Q: Can I be arrested for not responding to a subpoena that I have not received? I have recently received a phone call about an assault case that I witnessed. I have not received the subpoena yet. The case is over 200 miles away and I can’t afford the drive. So I’m stuck in a bind. Can I be arrest for not calling the prosecuting attorney back?
A: No, you can’t be arrested for not calling the DA back. You can only be arrested by not coming to court when you have received a subpoena. Wait could till you get a subpoena then contact the DA. You might want to call the DA back now and tell her or him your situation. Perhaps if you are a valuable witness they can compensate you for travel. Perhaps the case may be postponed, you never know unless you call.

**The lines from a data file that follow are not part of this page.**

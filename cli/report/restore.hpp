// SPDX-License-Identifier: MIT
#pragma once

#include "cli/readings/restore_readings.hpp"
#include "layout/sheet/tiling.hpp"

#include <optional>
#include <string>
#include <vector>

namespace dialwright::cli {

/// One plate that the lines allow, and what speaks for it.
struct RestoreWay {
    PlateSolution solution;
    std::vector<std::string> speaks; ///< for or against it, in words
    int signs = 0;                   ///< how many facts it did not suppose come out right
    bool supposed_known = false;     ///< the file says that its fact is true
    bool for_this_place = false;
};

struct RestoreReport {
    std::vector<DesignError> errors; ///< the lines give no answer
    std::vector<RestoreWay> ways;    ///< the likeliest first
    std::vector<std::string> notes;
    bool settled = false; ///< the first way stands out from the others
};
[[nodiscard]] RestoreReport report_on(const RestoreFile& file, const std::optional<PlateFigure>& figure);

[[nodiscard]] std::string restore_text(const RestoreFile& file, const PlateFigure& figure, const RestoreReport& report);
/// docs/output-formats.md.
[[nodiscard]] std::string restore_json(const RestoreFile& file, const PlateFigure& figure, const RestoreReport& report);
/// The same on paper, with a picture of the lines as they are and as they should be.
[[nodiscard]] std::vector<layout::Sheet> restore_sheets(const RestoreFile& file, const PlateFigure& figure,
                                                        const RestoreReport& report,
                                                        const layout::PrintOptions& options);
/// "if it stood upright", and what follows from it, a line a figure: "latitude     53° 47' N ± 35'".
[[nodiscard]] std::string heading_of(const RestoreFile& file, const RestoreWay& way);
[[nodiscard]] std::vector<std::string> words_of(const RestoreFile& file, const RestoreWay& way);

/// A design file that cuts the plate again.
[[nodiscard]] std::string recut_design(const RestoreFile& file, const RestoreWay& way);

/// "upright", "level", "lean", "latitude", "sun".
[[nodiscard]] const char* fact_name(PlateSolution::Fact fact);

} // namespace dialwright::cli
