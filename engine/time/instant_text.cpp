// SPDX-License-Identifier: MIT
#include "engine/time/instant_text.hpp"

#include <array>
#include <cassert>
#include <charconv>
#include <cstdint>

namespace dialwright {
namespace {

using namespace std::chrono;

/// Walks along the text; every take_… either takes what it names and says true, or leaves the text alone.
class Reader {
  public:
    explicit Reader(std::string_view text) : rest_{text} {}

    bool take(char wanted) {
        if (rest_.empty() || rest_.front() != wanted)
            return false;
        rest_.remove_prefix(1);
        return true;
    }
    /// Exactly `width` digits.
    bool take_digits(std::size_t width, int& value) {
        if (rest_.size() < width)
            return false;
        for (std::size_t i = 0; i < width; ++i)
            if (!is_digit(rest_[i]))
                return false;
        std::from_chars(rest_.data(), rest_.data() + width, value);
        rest_.remove_prefix(width);
        return true;
    }
    /// One to nine digits after a decimal mark, as nanoseconds.
    bool take_fraction(std::int64_t& nanoseconds) {
        std::size_t width = 0;
        nanoseconds = 0;
        while (width < rest_.size() && is_digit(rest_[width]) && width < 10) {
            nanoseconds = nanoseconds * 10 + (rest_[width] - '0');
            ++width;
        }
        if (width == 0 || width > 9)
            return false;
        for (std::size_t i = width; i < 9; ++i)
            nanoseconds *= 10;
        rest_.remove_prefix(width);
        return true;
    }
    [[nodiscard]] bool done() const { return rest_.empty(); }

  private:
    static bool is_digit(char c) { return c >= '0' && c <= '9'; }
    std::string_view rest_;
};

std::optional<sys_days> read_date(Reader& reader) {
    int y = 0, m = 0, d = 0;
    if (!reader.take_digits(4, y) || !reader.take('-') || !reader.take_digits(2, m) || !reader.take('-') ||
        !reader.take_digits(2, d))
        return std::nullopt;
    const year_month_day date{year{y}, month{static_cast<unsigned>(m)}, day{static_cast<unsigned>(d)}};
    if (!date.ok())
        return std::nullopt;
    return sys_days{date};
}

std::optional<nanoseconds> read_time_of_day(Reader& reader) {
    int h = 0, m = 0, s = 0;
    std::int64_t fraction = 0;
    if (!reader.take_digits(2, h) || !reader.take(':') || !reader.take_digits(2, m))
        return std::nullopt;
    if (reader.take(':')) {
        if (!reader.take_digits(2, s))
            return std::nullopt;
        if ((reader.take('.') || reader.take(',')) && !reader.take_fraction(fraction))
            return std::nullopt;
    }
    const bool end_of_day = h == 24 && m == 0 && s == 0 && fraction == 0;
    const bool leap_second = m == 59 && s == 60;
    if ((h > 23 && !end_of_day) || m > 59 || (s > 59 && !leap_second))
        return std::nullopt;
    return hours{h} + minutes{m} + seconds{s} + nanoseconds{fraction};
}

std::optional<minutes> read_offset(Reader& reader) {
    if (reader.take('Z'))
        return minutes{0};
    int sign = 0, h = 0, m = 0;
    if (reader.take('+'))
        sign = 1;
    else if (reader.take('-'))
        sign = -1;
    else
        return std::nullopt;
    if (!reader.take_digits(2, h) || h > 23)
        return std::nullopt;
    if (reader.take(':') && (!reader.take_digits(2, m) || m > 59))
        return std::nullopt;
    return sign * (hours{h} + minutes{m});
}

/// `value` in `width` digits.
void write_digits(std::string& out, std::int64_t value, int width) {
    std::array<char, 20> digits{};
    for (int i = width - 1; i >= 0; --i) {
        digits[static_cast<std::size_t>(i)] = static_cast<char>('0' + value % 10);
        value /= 10;
    }
    out.append(digits.data(), static_cast<std::size_t>(width));
}

} // namespace

std::optional<Instant> read_instant(std::string_view text) {
    Reader reader{text};
    const auto date = read_date(reader);
    if (!date || !reader.take('T'))
        return std::nullopt;
    const auto time = read_time_of_day(reader);
    if (!time)
        return std::nullopt;
    const auto offset = read_offset(reader);
    if (!offset || !reader.done())
        return std::nullopt;
    return Instant{*date} + round<microseconds>(*time) - *offset;
}

std::string write_instant(Instant instant) {
    const auto day = floor<days>(instant);
    const year_month_day date{day};
    assert(date.year() >= year{0} && date.year() <= year{9999});
    const hh_mm_ss time{instant - day};
    std::string out;
    out.reserve(27);
    write_digits(out, static_cast<int>(date.year()), 4);
    out += '-';
    write_digits(out, static_cast<unsigned>(date.month()), 2);
    out += '-';
    write_digits(out, static_cast<unsigned>(date.day()), 2);
    out += 'T';
    write_digits(out, time.hours().count(), 2);
    out += ':';
    write_digits(out, time.minutes().count(), 2);
    out += ':';
    write_digits(out, time.seconds().count(), 2);
    if (time.subseconds().count() != 0) {
        out += '.';
        write_digits(out, time.subseconds().count(), 6);
        while (out.back() == '0')
            out.pop_back();
    }
    out += 'Z';
    return out;
}

} // namespace dialwright
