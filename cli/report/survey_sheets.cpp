// SPDX-License-Identifier: MIT
#include "cli/report/ranges.hpp"
#include "cli/report/say.hpp"
#include "cli/report/survey.hpp"
#include "layout/sheet/flow.hpp"

#include <cmath>
#include <memory>

namespace dialwright::cli {
namespace {

using layout::Drawing;
using layout::Flow;
using layout::Layer;
using layout::Mark;
using layout::Point;

constexpr double k_picture_mm = 100;

Mark stroke(Layer layer, double width_mm, const char* name) {
    Mark mark;
    mark.layer = layer;
    mark.width_mm = width_mm;
    mark.name = name;
    return mark;
}

/// Where the shadows lay, as crosses, and where the answer puts them, as rings; the peg's foot as a dot.
std::shared_ptr<const Drawing> picture_of(const SurveyFile& file, const WallAnswer& answer) {
    double size_mm = 1;
    for (const PegShadow& shadow : file.readings.shadows)
        size_mm = std::max({size_mm, std::abs(shadow.right_mm), std::abs(shadow.down_mm)});
    const double arm = size_mm / 40, line = size_mm / 300;
    Mark measured = stroke(Layer::engrave, 1.6 * line, "measured"), computed = stroke(Layer::cut, line, "computed");
    Mark peg = stroke(Layer::drill, line, "peg");
    peg.paths.push_back(layout::circle({}, arm / 2));
    peg.filled = true;
    for (std::size_t i = 0; i < file.readings.shadows.size(); ++i) {
        const PegShadow& shadow = file.readings.shadows[i];
        const Point at{shadow.right_mm, -shadow.down_mm};
        measured.paths.push_back(layout::polyline({{at.x_mm - arm, at.y_mm}, {at.x_mm + arm, at.y_mm}}));
        measured.paths.push_back(layout::polyline({{at.x_mm, at.y_mm - arm}, {at.x_mm, at.y_mm + arm}}));
        computed.paths.push_back(
            layout::circle({at.x_mm - answer.off_right_mm[i], at.y_mm + answer.off_down_mm[i]}, arm));
    }
    Mark plumb = stroke(Layer::guide, line, "plumb line");
    plumb.paths.push_back(layout::polyline({{0, 0}, {0, -size_mm}}));
    return std::make_shared<Drawing>(Drawing{"shadows", {plumb, computed, measured, peg}});
}

} // namespace

std::vector<layout::Sheet> survey_sheets(const SurveyFile& file, const WallSurvey& survey, const SurveyVerdict& verdict,
                                         const layout::PrintOptions& options) {
    Flow flow{options, "Survey"};
    flow.heading("Survey: " + (file.title.empty() ? file.file : file.title));
    flow.paragraph(say_latitude(file.place.site.latitude) + ", " + say_longitude(file.place.site.longitude) +
                   ". Every ± holds 19 times in 20.");
    for (const WallAnswer& answer : survey.answers) {
        std::vector<std::string> lines{"Facing " + say_facing(answer.facing_deg)};
        lines.push_back(answer.lean_deg.told
                            ? "Lean " + say_lean(answer.lean_deg)
                            : std::string{"The lean is not told: measure it with a plumb line and a rule."});
        flow.list(survey.answers.size() > 1 ? "If " + fault_words(answer) : std::string{"The wall"}, lines);
    }
    flow.list("Mind", verdict.notes);
    const WallAnswer& first = survey.answers.front();
    if (!file.readings.shadows.empty()) {
        flow.heading("Shadows");
        ShadowTable table = shadow_table(file, first);
        table.columns.push_back({""});
        for (TableRow& row : table.rows)
            row.resize(table.columns.size());
        flow.table(table.columns, table.rows);
        flow.space(4);
        flow.picture(picture_of(file, first), k_picture_mm, k_picture_mm,
                     "Crosses: measured. Rings: where the answer puts them. Dot: the peg. Not to scale.");
    }
    return flow.sheets();
}

} // namespace dialwright::cli
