// SPDX-License-Identifier: MIT
#include "cli/report/accuracy_words.hpp"
#include "layout/chart/accuracy_chart.hpp"
#include "layout/sheet/flow.hpp"
#include "layout/sheet/note_width.hpp"

#include <algorithm>

namespace dialwright::cli {
namespace {

void put_chart(layout::Flow& flow, const FaceAccuracy& face) {
    layout::AccuracyChartPlan plan;
    plan.seasons = {"June solstice", "equinox", "December solstice"};
    plan.width_mm = flow.width();
    plan.height_mm = std::min(0.45 * flow.width(), 85.0);
    if (!face.supported.empty())
        plan.supported_min = face.supported.front().minutes;
    for (std::size_t i = 0; i < face.lines.size(); ++i) {
        layout::AccuracyChartPlan::Hour hour{face.labels[i], {}};
        for (std::size_t season = 0; season < 3; ++season)
            if (const auto& cell = face.lines[i].at[season])
                hour.minutes[season] = cell->total_min;
        if (face.lines[i].worst_min() > 0)
            plan.hours.push_back(std::move(hour));
    }
    if (plan.hours.empty())
        return;
    layout::put_chart(flow, layout::accuracy_chart(plan));
}

/// The largest letters in which a table stands on a page of this width.
double size_that_fits(const std::vector<layout::Flow::Column>& columns, const std::vector<TableRow>& rows,
                      double width_mm) {
    constexpr double k_gap_mm = 3.5, k_largest_mm = 2.5, k_least_mm = 1.7; // of the columns; of the letters
    double at_one_mm = 0;
    for (std::size_t i = 0; i < columns.size(); ++i) {
        double most = layout::note_width_mm(columns[i].head, 1.0, true);
        for (const TableRow& row : rows)
            most = std::max(most, layout::note_width_mm(row[i], 1.0));
        at_one_mm += most;
    }
    const double room = width_mm - k_gap_mm * double(columns.size());
    return std::clamp(room / std::max(at_one_mm, 1.0), k_least_mm, k_largest_mm);
}

} // namespace

std::vector<layout::Sheet> accuracy_sheets(const Commission& commission, const std::vector<FaceAccuracy>& faces,
                                           const layout::PrintOptions& options) {
    std::vector<layout::Sheet> sheets;
    for (std::size_t i = 0; i < faces.size(); ++i) {
        const std::string& name = commission.plans[i].spec.name;
        const std::string title = "How good it will be" + (name.empty() ? "" : ", " + name);
        layout::Flow flow{options, title};
        flow.paragraph(title, "", true, 4.6);
        flow.space(1);
        const auto words = accuracy_words(commission, faces[i]);
        for (std::size_t k = 0; k < words.size(); ++k)
            flow.paragraph(words[k], "", k == 0);
        flow.space(2);
        put_chart(flow, faces[i]);
        flow.space(2);
        flow.paragraph("Minutes of error of each hour line: all slips by squares at the three seasons, then each slip "
                       "at the hour's worst season.",
                       "", false, 2.5);
        const auto columns = accuracy_columns(faces[i]);
        const auto rows = accuracy_rows(faces[i]);
        flow.table(columns, rows, size_that_fits(columns, rows, flow.width()));
        flow.space(1);
        flow.paragraph(k_accuracy_note, "", false, 2.5);
        for (layout::Sheet& sheet : flow.sheets())
            sheets.push_back(std::move(sheet));
    }
    return sheets;
}

} // namespace dialwright::cli
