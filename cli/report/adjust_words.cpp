// SPDX-License-Identifier: MIT
//
// From how a dial stands to what its fitter does. A dial is put right by the opposite of what is wrong with it: what is turned
// anticlockwise goes back clockwise, and what stands out too far at the top is packed out at the bottom.
#include "cli/report/adjust.hpp"
#include "cli/report/ranges.hpp"
#include "cli/report/say.hpp"
#include "engine/survey/real_sun.hpp"
#include "layout/plate/outline.hpp"

#include <algorithm>
#include <cmath>
#include <fmt/format.h>

namespace dialwright::cli {
namespace {

using Fault = AdjustAnswer::Fault;

struct EdgeNames {
    const char *top, *bottom, *right, *left;
};

class Words {
  public:
    Words(const Commission& commission, const DialPlan& plan)
        : level_{abs(plan.attitude.normal_altitude) > Angle::degrees(89.9)},
          box_{layout::Outline::of(commission.design.plate).box()}, inches_{commission.design.units == Units::inches} {}

    [[nodiscard]] AdjustWords of(const AdjustAnswer& answer, std::string if_so, bool style_asked) {
        AdjustWords words;
        words.if_so = std::move(if_so);
        open_too_ = answer.fault != Fault::level; // there, what is not told is what was supposed
        tilt(words, answer.top, names().top, names().bottom, box_.height_mm());
        tilt(words, answer.right, names().right, names().left, box_.width_mm());
        turn(words, answer.turn);
        constexpr double k_beyond_doubt = 0.01;
        words.proved_off = answer.right_chance < k_beyond_doubt;
        if (words.steps.empty() && words.proved_off)
            words.stands.push_back(
                "together these are off beyond doubt, though the readings don't tell which: try a level and a "
                "plumb line, and see below");
        if (style_asked && (answer.fault == Fault::style || answer.fault == Fault::both)) {
            style(words, answer.style_height, "stands too steep", "stands too flat", "lower", "raise");
            style(words, answer.style_right, "leans to the right of its substyle", "leans to the left of its substyle",
                  "bring back to the left", "bring back to the right");
        }
        return words;
    }

    [[nodiscard]] EdgeNames names() const {
        return level_ ? EdgeNames{"north", "south", "east", "west"} : EdgeNames{"top", "bottom", "right", "left"};
    }

  private:
    static bool proved(const Found& found) { return found.told && std::abs(found.value) > found.range; }

    /// An edge that stands out too far, or not far enough.
    void tilt(AdjustWords& words, const Found& found, const char* edge, const char* opposite, double across_mm) const {
        const char* out = level_ ? "high" : "out too far";
        if (!found.told) {
            if (open_too_)
                words.stands.push_back(fmt::format("{} edge: not told by these readings", edge));
            return;
        }
        if (!proved(found)) {
            words.stands.push_back(
                fmt::format("{} edge: right within {}", edge, say_arc(std::abs(found.value) + found.range)));
            return;
        }
        const char* standing = found.value > 0 ? edge : opposite;
        words.stands.push_back(
            fmt::format("{} edge {} by {} {}", standing, out, say_arc(found.value), say_give(found.range)));
        const auto rise_mm = [&](double degrees) { return across_mm * tan(Angle::degrees(degrees)); };
        words.steps.push_back(fmt::format("{} {} (± {}) {} the {} edge", level_ ? "wedge" : "pack",
                                          say_length(rise_mm(std::abs(found.value)), inches_),
                                          say_length(rise_mm(found.range), inches_), level_ ? "under" : "behind",
                                          found.value > 0 ? opposite : edge));
    }

    void turn(AdjustWords& words, const Found& found) const {
        const char* seen = level_ ? "as seen from above" : "as seen by who faces it";
        if (!found.told) {
            if (open_too_)
                words.stands.push_back("turn in its own plane: not told by these readings");
        } else if (!proved(found)) {
            words.stands.push_back(
                fmt::format("turn in its own plane: right within {}", say_arc(std::abs(found.value) + found.range)));
        } else {
            const bool anticlockwise = found.value > 0;
            words.stands.push_back(fmt::format("turned {} {} {} {}", say_arc(found.value), say_give(found.range),
                                               anticlockwise ? "anticlockwise" : "clockwise", seen));
            words.steps.push_back(fmt::format("turn it {}° ({}) {} {}", fixed(std::abs(found.value), 1),
                                              say_give(found.range), anticlockwise ? "clockwise" : "anticlockwise",
                                              seen));
        }
    }

    static void style(AdjustWords& words, const Found& found, const char* more, const char* less,
                      const char* back_from_more, const char* back_from_less) {
        if (!found.told || !proved(found))
            return;
        words.stands.push_back(fmt::format("the style {} by {} {}", found.value > 0 ? more : less, say_arc(found.value),
                                           say_give(found.range)));
        words.steps.push_back(fmt::format("{} the style by {}° ({}), by the gauge of the packet",
                                          found.value > 0 ? back_from_more : back_from_less,
                                          fixed(std::abs(found.value), 1), say_give(found.range)));
    }

    bool level_;
    layout::Box box_;
    bool inches_, open_too_ = true;
};

std::string supposed(Fault fault, bool several) {
    switch (fault) {
    case Fault::style:
        return "if the plate is fixed right but the style is not";
    case Fault::both:
        return "if both plate and style are off";
    case Fault::level:
        return "if a level and a plumb line find the plate right";
    case Fault::fixing:
        break;
    }
    return several ? "if the dial is as it was cut but fixed wrongly" : "";
}

void note_strays(const AdjustFile& file, const AdjustAnswer& answer, AdjustReport& report) {
    for (std::size_t i = 0; i < answer.stray.size(); ++i)
        if (answer.stray[i])
            report.notes.push_back(
                fmt::format("reading {} ({}, line {}) is {} min from what the others say and was left out: "
                            "look at it again",
                            i + 1, say_moment(*file.zone, file.readings.readings[i].at), file.at_readings[i].line,
                            fixed(std::abs(answer.off_min[i]), 0)));
}

/// What would tell the tilts that these readings leave open.
void note_what_helps(const AdjustFile& file, const AdjustAnswer& answer, AdjustReport& report) {
    if (answer.top.told && answer.right.told && answer.turn.told)
        return;
    std::vector<Instant> times;
    for (const DialReading& reading : file.readings.readings)
        times.push_back(reading.at);
    double most_deg = 0;
    for (const RealSun& sun : real_suns(file.readings.plan.site, times))
        most_deg = std::max(most_deg, std::abs(sun.place.declination.in_degrees()));
    constexpr double k_near_equinox_deg = 8;
    report.notes.push_back(
        std::string{"these readings can't tell turning from tilting: "} +
        (most_deg < k_near_equinox_deg
             ? "near an equinox a tilt that keeps the noon shadow right does not show. Try the plate with a level and "
               "a plumb line and say so under \"checked:\", or read again within two months of a solstice"
             : "read again early, at noon and late of one day, or try the plate with a level and a plumb line and say "
               "so under \"checked:\""));
}

void note_whole_hours(const DialAdjustment& found, AdjustReport& report) {
    std::vector<double> off = found.as_designed_min;
    std::nth_element(off.begin(), off.begin() + std::ptrdiff_t(off.size() / 2), off.end());
    const double middle = off[off.size() / 2];
    if (std::abs(std::abs(middle) - 60) < 6)
        report.notes.push_back(
            fmt::format("the dial reads about an hour too {}: was it read by its summer numerals, or is the "
                        "clock's zone another?",
                        middle > 0 ? "much" : "little"));
}

} // namespace

AdjustReport report_on(const AdjustFile& file, const DialAdjustment& found, const Commission& commission) {
    AdjustReport report;
    if (found.answers.empty() || found.too_scattered) {
        const std::string scatter = found.answers.empty() ? ""
                                                          : fmt::format(": they scatter by {} min",
                                                                        fixed(found.answers.front().scatter_min, 0));
        report.errors.push_back({file.file, file.at.line, file.at.column, "readings",
                                 "no way of fixing this dial would give these readings" + scatter,
                                 "check that the design is this dial's, the days and the zone, and that morning and "
                                 "evening are not confused"});
        return report;
    }
    Words words{commission, file.readings.plan};
    for (const AdjustAnswer& answer : found.answers)
        report.ways.push_back(words.of(answer, supposed(answer.fault, found.answers.size() > 1), found.style_asked));
    if (found.if_level)
        report.ways.push_back(words.of(*found.if_level, supposed(Fault::level, true), found.style_asked));
    const AdjustAnswer& first = found.answers.front();
    note_strays(file, first, report);
    note_whole_hours(found, report);
    if (found.answers.size() > 1)
        report.notes.push_back(
            "the readings fit in more than one way; try the style with the packet's gauge before anything is "
            "moved");
    note_what_helps(file, first, report);
    constexpr double k_far_deg = 20;
    if (first.turn.told && std::abs(first.turn.value) - first.turn.range > k_far_deg)
        report.notes.push_back(
            "a dial that is turned so far is seldom only fixed wrongly: is the design this dial's, and was it "
            "read by the right hours?");
    if (!found.checked)
        report.notes.push_back("so few readings do not check each other: take more, from morning to evening");
    return report;
}

} // namespace dialwright::cli
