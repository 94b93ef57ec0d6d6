// SPDX-License-Identifier: MIT
#pragma once

#include "cli/plan/face_plans.hpp"

#include <optional>
#include <string>
#include <vector>

namespace dialwright::cli {

/// A family of lines as it is drawn on a face.
struct DrawnFamily {
    std::string name;  ///< as designs name it: "sun", "since sunrise", "altitude", "date"
    std::string lines; ///< "hours since sunrise"
    bool in_ring = false;
    double width_mm = 0.0;         ///< of its widest line; 0 where all lie on the lines of another family
    std::optional<Season> between; ///< declinations that it is drawn for; nothing: the whole year
    std::string figures; ///< how its labels are set: "figures, italic"; empty where they are words or numerals
    std::string sample;  ///< one of these labels
};

/// In the order of the face's lines.
[[nodiscard]] std::vector<DrawnFamily> drawn_families(const FacePlan& plan, const layout::Face& face);

/// "declinations -23.4° to 0.0°".
[[nodiscard]] std::string say_between(const Season& season);

} // namespace dialwright::cli
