// SPDX-License-Identifier: MIT
#pragma once

#include "engine/sun/civil_day.hpp"
#include "layout/sheet/sheet.hpp"
#include "layout/sheet/tiling.hpp"

#include <string>
#include <vector>

namespace dialwright::cli {

/// What the Sun does at a place, on one date or on each of a run of dates.
struct SunTable {
    std::string name; ///< of the place; may be empty
    Site site;
    Zone zone;
    bool refraction = true; ///< rise and set as people see them; else the Sun's middle on the bare horizon
    std::vector<CivilDay> days;
};

/// For people: one date in lines, more as a table.
[[nodiscard]] std::string sun_text(const SunTable& table);
/// For programs: docs/output-formats.md.
[[nodiscard]] std::string sun_json(const SunTable& table);
[[nodiscard]] std::string sun_csv(const SunTable& table);
/// The table on paper.
[[nodiscard]] layout::SheetBook sun_sheets(const SunTable& table, layout::PrintOptions options);

} // namespace dialwright::cli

Q. Asking me while intoxicated not at the initial incident. I was a witness to a case and the officers didn’t ask me a single thing and barely wanted my ID after the incident. I was the reason it started in the first place. But a week ago while I was under the influence they asked me what happened. I finally had the chance to tell them and they seemed to be twisting it around like it was the defendants fault. Then I get a call I’m being subpoenaed to court and was told again if I remembered what I had told them while under the influence. After telling them the same thing they are making me feel as though I lied about the incident. Another officer who dropped off the subpoena told me he can give me a lie detector test in court. I feel very uncomfortable and wonder if the cop car was recorded. Could they use it in court?
A. No, police cannot make you take a polygraph test. You do not have to submit to one.Polygraph tests are not admissible in court and the police probably won’t spend the resources. Electronically recording a witness without their knowledge is not legal, so they probably didn’t do that unless they had pre approval from the court to do so. The police often mention polygraph test to put pressure on people to confesss. You need to consult with an attorney and relay the entire story and follow the advice of counsel. Please be advised that if you change your story from the one given to police originally, you could possibly face criminal charges of False Reports to Law Enforcement.
Q. Will my charge be dropped since my accuser is a fugitive on the run and won’t show up for the trial?
A: You should not plead guilty or waive your case to court without the accuser being present and ready and willing to testify. Do not be persuaded into taking a deal until you see the alleged victim slither into the courtroom AND he is willing to testify against you. Having an attorney would help.